CytoGam is an intravenous immunoglobulin enriched in antibodies against cytomegalovirus (CMV), which is indicated for preventing CMV disease associated with transplantation of the kidney, lung, liver, pancreas and heart. CMV is the most common cause of life-threatening infection occurring in solid organ transplants.
ZLB Behring will acquire CytoGam for US $120 million in cash, $70 million of which is subject to achievement of sales milestones. ZLB Behring manufactures immunoglobulins and other plasma-derived therapies, and markets them in more than 100 countries. Immunoglobulins are indicated for the treatment of serious conditions including primary immune deficiency disorders and to prevent problems related to Rh factor in newborns.
"CytoGam fits well in ZLB Behring's immunoglobulin portfolio," said Peter Turner, president of ZLB Behring. "We are proud of our heritage of providing a reliable, quality supply of critical therapies to small patient populations. We look forward to continuing that heritage with transplant patients."
"We are pleased that CytoGam's role in meeting important medical needs associated with organ transplantation will continue to be met as part of ZLB Behring's portfolio of plasma-derived therapies," said David M. Mott, president and chief executive officer of MedImmune.
The acquisition includes CytoGam and related assets, including patents and trademarks, manufacturing contracts and government authorizations associated with the product. No employees will transfer to ZLB Behring from MedImmune.

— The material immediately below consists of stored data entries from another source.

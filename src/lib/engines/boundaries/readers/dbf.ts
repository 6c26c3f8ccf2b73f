import { strToU8 } from 'fflate';
import { openDbf as openRows } from 'shapefile';
import type { Cell } from '../attribute-table.ts';
import { Refusal } from '../refusal.ts';
import { mendWindows1252, textDecoder } from './windows-1252.ts';

const nameBytes = 11;
/** the kind of a column of text */
const textKind = 'C'.charCodeAt(0);

interface Field {
	name: Uint8Array;
	type: string;
	/** offset in the header */
	at: number;
	from: number;
	to: number;
}

/** A dBASE table as bytes: what its header says, checked against its length. */
export interface DbfTable {
	bytes: Uint8Array;
	languageByte: number;
	fields: Field[];
	records: number;
	/** names and texts, by which the encoding is told */
	texts(): Generator<Uint8Array>;
}

export function openDbf(bytes: Uint8Array): DbfTable {
	const view = new DataView(bytes.buffer, bytes.byteOffset, bytes.byteLength);
	if (bytes.length < 33) throw cutOff(bytes.length, 33);
	const records = view.getUint32(4, true);
	const start = view.getUint16(8, true);
	const width = view.getUint16(10, true);
	if (start + records * width > bytes.length) throw cutOff(bytes.length, start + records * width);
	if (width === 0) throw new Refusal('file-truncated', 'The rows of the .dbf file have no width.');
	const fields = fieldsOf(bytes, start, width);
	function* texts() {
		for (const field of fields) yield field.name;
		const columns = fields.filter((field) => field.type === 'C');
		for (let at = start; at < start + records * width; at += width) {
			for (const field of columns) yield bytes.subarray(at + field.from, at + field.to);
		}
	}
	const used = bytes.subarray(0, start + records * width);
	return { bytes: used, languageByte: bytes[29], fields, records, texts };
}

function fieldsOf(bytes: Uint8Array, end: number, width: number): Field[] {
	const fields: Field[] = [];
	let from = 1;
	let at = 32;
	for (; at + 32 <= end && bytes[at] !== 0x0d; at += 32) {
		const name = bytes.subarray(at, at + nameBytes);
		const stop = name.indexOf(0);
		const to = from + bytes[at + 16];
		if (to > width)
			throw new Refusal('file-truncated', 'The columns of the .dbf file do not fit its rows.');
		const type = String.fromCharCode(bytes[at + nameBytes]);
		const used = stop < 0 ? name : name.subarray(0, stop);
		fields.push({ name: used, type, at, from, to });
		from = to;
	}
	if (at >= end || bytes[at] !== 0x0d)
		throw new Refusal('file-truncated', 'The list of columns of the .dbf file has no end.');
	return fields;
}

/**
 * The rows as named values, by the `shapefile` package: numbers where they are exact, else their text;
 * empty is null.
 */
export async function* dbfRows(
	table: DbfTable,
	encoding: string,
): AsyncGenerator<Record<string, Cell>> {
	const source = await openRows(asNumberedTexts(table), { encoding });
	const mend = encoding === 'windows-1252' ? mendWindows1252 : (text: string) => text;
	const decoder = textDecoder(encoding);
	const names = table.fields.map((field) => decoder.decode(field.name));
	for (let rows = 0; rows < table.records; rows++) {
		const { done, value } = await source.read();
		if (done || !value) {
			const message = `The .dbf file announces ${table.records} rows but ends after ${rows}.`;
			throw new Refusal('file-truncated', message);
		}
		const row: Record<string, Cell> = {};
		table.fields.forEach(({ type }, f) => {
			const raw: unknown = value[`c${f}`];
			row[names[f]] = typeof raw === 'string' ? cellOf(mend(raw), type) : null;
		});
		yield row;
	}
}

/**
 * The table with columns called c0, c1, ... that are all text: the package would round long numbers, shift
 * days by the local time, stop at kinds of column it does not know, and lose columns of the same name.
 */
function asNumberedTexts({ bytes, fields }: DbfTable): Uint8Array {
	const copy = bytes.slice();
	fields.forEach(({ at }, f) => {
		copy.fill(0, at, at + nameBytes);
		copy.set(strToU8(`c${f}`), at);
		copy[at + nameBytes] = textKind;
	});
	return copy;
}

function cellOf(raw: string, type: string): Cell {
	const text = raw.replace(/\0.*$/s, '').trim();
	if (text === '' || /^\*+$/.test(text)) return null;
	if (type === 'L') return /^[yt]$/i.test(text) ? true : /^[nf]$/i.test(text) ? false : null;
	if (type === 'D') return text.replace(/^(\d{4})(\d\d)(\d\d)$/, '$1-$2-$3');
	if (type !== 'N' && type !== 'F') return text;
	const value = Number(text);
	if (!Number.isFinite(value)) return text;
	return /^-?\d+$/.test(text) && !Number.isSafeInteger(value) ? text : value;
}

function cutOff(has: number, wants: number): Refusal {
	const message = `The .dbf file has ${has} bytes but needs ${wants}; it is cut off.`;
	return new Refusal('file-truncated', message);
}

CytoGam is indicated for the prophylaxis of cytomegalovirus disease associated with transplantation of kidney, lung, liver, pancreas and heart. In transplants of these organs other than kidney from CMV Seropositive donors into seronegative recipients, prophylactic CMV-IVIg should be considered in combination with ganciclovir.
CytoGam is made from human plasma and, like other plasma products, carries the possibility for transmission of blood-borne viral agents. CytoGam should not be used in individuals with a history of a prior severe reaction to CytoGam or other human immunoglobulins. Immunoglobulin Intravenous (Human) products have been reported to be associated with renal dysfunction, acute renal failure, osmotic nephrosis, and death. CytoGam contains sucrose as a stabilizer. In patients predisposed to acute renal failure, IVIg products should be administered at the minimum concentrations available and the minimum rate of infusion practical. Severe reactions such as angioneurotic edema and anaphylactic shock, although not observed during clinical trials, are a possibility. Minor reactions such as flushing, chills, muscle cramps, back pain, fever, nausea, vomiting, arthralgia, and wheezing were the most frequent adverse reactions observed during clinical trials.